To stave off foreclosure, Town Center filed for bankruptcy under Chapter 11. ECP requested that the bankruptcy court prohibit Town Center from using postpetition rents, because Town Center no longer had an ownership interest in the rents. The bankruptcy court disagreed and allowed Town Center to use postpetition rents as cash collateral in its bankruptcy case. In doing so, the bankruptcy court reasoned that: (1) the rents constituted cash collateral because ECP had a security interest (rather than ownership interest) in such rents and (2) if Town Center could not collect the rents, it would have no income to reorganize. ECP appealed and the district court vacated the bankruptcy court’s opinion. The appeal to the Sixth Circuit Court of Appeals followed.
The Sixth Circuit rejected the bankruptcy court’s reasoning and found in favor of ECP. The Court noted that Michigan courts had consistently interpreted an assignment of rents as a transfer of ownership in the rents, and that was particularly true in this case where the language of the assignment was broad and where the mortgagee had followed all of the steps to perfect its assignment of rents.1
Town Center then argued that even if ownership of the rents had transferred to ECP, Town Center retained a residual “contingent future interest” in the rents if and when Town Center cured its default. The Court also rejected this argument, concluding that ECP has the sole interest in the rents even if Town Center later cured its default.

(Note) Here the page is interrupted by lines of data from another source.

def _add_survey_parsers(sub: Any) -> None:
    survey = sub.add_parser(
        "survey", help="analyse many light curves into a resumable ledger and a catalog",
        description="Analyse every star of INPUTS with one configuration. Each star is "
                    "recorded in DIR/ledger.sqlite as it finishes; running the same command "
                    "again resumes where it stopped.",
    )
    survey.add_argument("inputs", metavar="INPUTS",
                        help="a folder (searched recursively), a text file listing one path "
                             "per line, or a table (.csv, .ecsv, .fits) with a 'path' column "
                             "and optional id, teff, teff_err, feh columns")
    survey.add_argument("--out", required=True, metavar="DIR",
                        help="survey folder for the ledger and the catalog")
    survey.add_argument("--config", metavar="FILE.toml",
                        help="analysis settings: sections [read], [condition], [spectrum], "
                             "[detection], [scaling] (default settings otherwise)")
    survey.add_argument("--workers", type=int, default=None, metavar="N",
                        help="worker processes (default: number of cores)")
    survey.add_argument("--timeout-per-star", type=float, default=None, metavar="S",
                        help="give up on a star after S seconds (recorded as failed)")
    survey.add_argument("--retry-failed", action="store_true",
                        help="analyse stars recorded as failed again")
    survey.add_argument("--dask", metavar="ADDRESS",
                        help="run on a Dask cluster: a scheduler address, or 'local' for a "
                             "local cluster (needs seismo[dask])")
    survey.add_argument("--catalog", metavar="FILE",
                        help="catalog to write at the end: .ecsv, .fits, .csv or .parquet "
                             "(default DIR/catalog.ecsv); failures go to FILE.failed.*")
    survey.add_argument("--pattern", metavar="GLOB",
                        help="file names to take from a folder (default: every light-curve "
                             "suffix)")
    survey.add_argument("--seed", type=int, default=0,
                        help="run seed; each star's seed derives from it and the file's "
                             "checksum (default 0)")
    survey.add_argument("--quiet", action="store_true",
                        help="no progress and no summary")
    _add_grid_options(survey)

    catalog = sub.add_parser(
        "catalog", help="export the catalog of a survey folder",
        description="Write one row per analysed star of DIR's ledger, and the failed stars "
                    "with their reasons beside it.",
    )
    catalog.add_argument("directory", metavar="DIR", help="survey folder (holds ledger.sqlite)")
    catalog.add_argument("--out", metavar="FILE",
                         help="catalog file: .ecsv, .fits, .csv or .parquet "
                              "(default DIR/catalog.ecsv)")


class _UsageError(Exception):
    pass


def _collect_inputs(paths: Sequence[str]) -> list[Path]:
    found: list[Path] = []
    for raw in paths:
        path = Path(raw)
        if path.is_dir():
            files = sorted(
                p for p in path.rglob("*")
                if p.is_file() and any(p.name.lower().endswith(s) for s in LIGHTCURVE_SUFFIXES)
            )
            if not files:
                raise _UsageError(f"{path}: folder holds no light-curve files "
                                  f"({', '.join(LIGHTCURVE_SUFFIXES)})")
            found.extend(files)
        else:
            found.append(path)
    return found


def _config_from_args(args: argparse.Namespace) -> Any:
    from .background import DetectionOptions
    from .config import AnalysisConfig, GridOptions, ScalingOptions, SpectrumOptions
    from .lightcurve import ConditionOptions, ReadOptions

    hdu: int | str | None = args.hdu
    if isinstance(hdu, str) and hdu.isdigit():
        hdu = int(hdu)
    return AnalysisConfig(
        read=ReadOptions(
            format=args.format, time_column=args.time_column, flux_column=args.flux_column,
            error_column=args.error_column, quality_column=args.quality_column,
            quality_bitmask=args.quality_bitmask, flux_unit=args.flux_unit,
            time_unit=args.time_unit, hdu=hdu, star_id=args.star_id,
        ),
        condition=ConditionOptions(
            gap_days=args.gap_days, clip_sigma=args.clip_sigma, highpass_uhz=args.highpass,
            min_points=args.min_points, min_baseline_days=args.min_baseline,
        ),
        spectrum=SpectrumOptions(method=args.method, oversample=args.oversample, fmax=args.fmax),
        detection=DetectionOptions(false_alarm=args.false_alarm),
        scaling=ScalingOptions(reference=args.reference, correction=args.correction,
                               f_dnu=args.f_dnu),
        grid=GridOptions(path=args.grid, mass_prior=args.mass_prior or "flat"),
    )


def _inputs_from_args(args: argparse.Namespace) -> Any:
    from .config import StarInputs

    if args.teff_err is not None and args.teff is None:
        raise OptionError("--teff-err was given without --teff")
    if args.feh_err is not None and args.feh is None:
        raise OptionError("--feh-err was given without --feh")
    teff_err = args.teff_err if args.teff_err is not None else (
        100.0 if args.teff is not None else None)
    return StarInputs(teff=args.teff, teff_err=teff_err, feh=args.feh, feh_err=args.feh_err)


def _fmt(m: Any, unit: str = "", digits: int = 4) -> str:
    if m is None:
        return "—"
    err = "" if m.error is None else f" ± {m.error:.{digits - 2}g}"
    return f"{m.value:.{digits}g}{err}{unit}"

Finally, Town Center noted that because Michigan law restricts how an assignee can use rents (that is, rents must be applied to the mortgage debt), then Town Center still retained a residual right in the rents. The Sixth Circuit declared, “Neither the Michigan Supreme Court nor the Michigan Court of Appeals has concluded that these restrictions on the assignee’s use of rent money create a property right vested in the assignor. We decline to create a new rule of Michigan property law on this issue . . . .”
The Sixth Circuit acknowledged the Bankruptcy Court’s public policy concern that a ruling in favor of the mortgagee would deprive single asset real estate debtors of funds necessary to reorganize. However, the Court concluded that Michigan law was clear on the issue and governed – despite other public policy concerns.
Michigan law allows for transfers of ownership in rents from the borrower to the lender when: (1) an agreement to assign rents indicates an intention to transfer such ownership; (2) a default has occurred; and (3) to the extent the lender wishes the assignment of rents to be effective against the tenants, the requisite notices have been recorded under state law and properly served on each tenant. When such requirements have been satisfied, a borrower may no longer claim an ownership interest in the rents. As a result, such rents are not property of the borrower’s bankruptcy estate and may not be treated as cash collateral in the bankruptcy case. 11 U.S. C. § 541; 11 U.S.C. § 363. As a result, commercial lenders in Michigan should carefully consider invoking their rights under an assignment of rents clause as a potential means of forestalling single asset real estate bankruptcy cases.
The case is Town Center Flats, LLC v. ECP Commercial II LLC (In re Town Center Flats, LLC), Case No. 16-1812 (6th Cir. May 2, 2017).